“The first tranche from the network is going to be deposited this week,” Senderovsky said. “Though I do owe Ed ten thousand and another twenty to the general and the workmen. Which won’t leave much.”
“It must be scary for you,” she said. “Running out of money.” They were speaking, therapeutically, in English.
“They’ve commissioned the next two episodes already, so we’re in good shape.” What he left unsaid was the fact that if the Actor broke up with Dee, if he began to once again cast a critical eye over the scripts or if he were to drop out completely to distance himself from Senderovsky and his Dacha of Doom, the money would stop at the first tranche. She felt him squeeze her hand and knew he was worried. There were more squeezes to follow, until he finally fell asleep, coughing all the while.
She lay awake for another hour, until someone began to turn the knob of the bungalow’s front door. Masha jerked up. She had made all the residents lock their doors at night after hearing the state trooper describe the defenselessness of their property. She thought of waking her coughing husband but instead ran to the door herself, peeking past the blinds.

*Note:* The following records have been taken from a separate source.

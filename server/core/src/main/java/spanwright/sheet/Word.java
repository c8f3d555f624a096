package spanwright.sheet;

import java.util.ArrayList;
import java.util.List;

/**
 * A word of a line, and where it stands.
 *
 * @param text as written
 * @param place where
 */
record Word(String text, TextPlace place) {

    /** The words of a part of a line, parted by white space; quotes hold a text together and are doubled within. */
    static List<Word> list(String line, int number, int from, int to) {
        List<Word> words = new ArrayList<>();
        int at = from;
        while (at < to) {
            if (Character.isWhitespace(line.charAt(at))) {
                at++;
            } else {
                int end = end(line, at, to);
                words.add(new Word(line.substring(at, end), new TextPlace(number, at + 1, end - at)));
                at = end;
            }
        }
        return words;
    }

    private static int end(String line, int from, int to) {
        boolean quoted = false;
        int at = from;
        while (at < to && (quoted || !Character.isWhitespace(line.charAt(at)))) {
            quoted ^= line.charAt(at) == '"';
            at++;
        }
        return at;
    }

    boolean is(String other) {
        return text.equals(other);
    }
}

It was Nat, beneath a colorful Wanna One umbrella (they were a rival boy band to BTS; Nat couldn’t stand to get the umbrella with her real heroes wet), still wearing her polka-dot frock. Masha ushered her in. “What happened?” she whispered.
“I wanted to sleep next to you and Daddy,” Nat whispered back. The back of her neck felt sticky to Masha’s touch. Karen had probably failed to bathe her. Masha found herself worried that Karen might wake up in the middle of the night and discover the child was missing. Why was she so concerned with Karen’s feelings all of a sudden? “I wrote Karen-emo a note,” Nat whispered, reading her mother’s mind.
She briskly climbed into bed and found a groove between her parents into which she curled, her arms around her knees. Masha buried her nose into Nat’s dirty hair and began to breathe in all she could. Senderovsky blindly draped an arm around Nat, but without the moonlight streaming through one open window his wife and daughter could not see his dreamland smile. Eventually, Masha did see that his big hand had found her little one, and she begged herself to forget the fact that when the kids pared off at the Kindness Academy before proceeding to lunch or recess (there was a lot of recess), there would often be no one to hold Nat’s hand but the teacher.
“You should get a health app to monitor Daddy’s cough,” Nat whispered. She had learned a lot about apps from Karen.
“Shhh,” Masha whispered back. “Count backward from ten in any language you like and then you’ll be asleep.”
“Desyat’,” Nat began. “Devyat’, vosem, sem, shest’, pyat’, chetyre, tri, dva, odin.”
“Tak derzhat’,” Senderovsky whispered in his sleep, his father’s rarely tendered praise bright and sweet against his palate.
* * *
—
Karen and Vinod were snoring with abandon, their arms desperately tight around each other, as if the final smokestack of the Titanic was disappearing into the waves behind them. Ed had taken two sleeping pills, first one and then an hour later another, a left hook to the jaw and then a right hook, and was now knocked out on the edge of his bed. A flute was playing dimly in the subbasements of his consciousness, and he floated toward that excellent sound, disembodied.
Dee’s face was buried deep in her pillow and she had to maneuver at times to draw a breath. The sex had helped calm her. He had given his all, and his all was wonderful. She had even bit his lip out of what she could only surmise was passion. They laughed when they realized she had drawn blood, but still kept going. He loves me, the idiot, she had thought. All the mentions on her favorite social channel were wrong. She was worth loving.
He couldn’t sleep. There was the thunder and lightning and the (mostly ornamental) fan turning above him. Apocalypse Now. The second shot of the movie. Willard looking at the rotating fan in the Saigon hotel. They were in the middle of a war, he thought. The bombs were coming down like in that Graham Greene novel about life during the Blitz. He touched himself and brought his fingers up to his nose so that he could smell the both of them. Give me the strength, he thought. But the strength to do what?
He wanted to sing a song he remembered from watching Sesame Street as a kid. (A latchkey kid, he thought with soothing self-pity.) It was an adaptation of a British nursery song, sung as a round by a family of cartoon turtles. He had since heard it performed onstage as a round for four voice parts. He sat by the window and began to mouth the words, first in his natural bass, then mentally switching up to tenor, alto, soprano.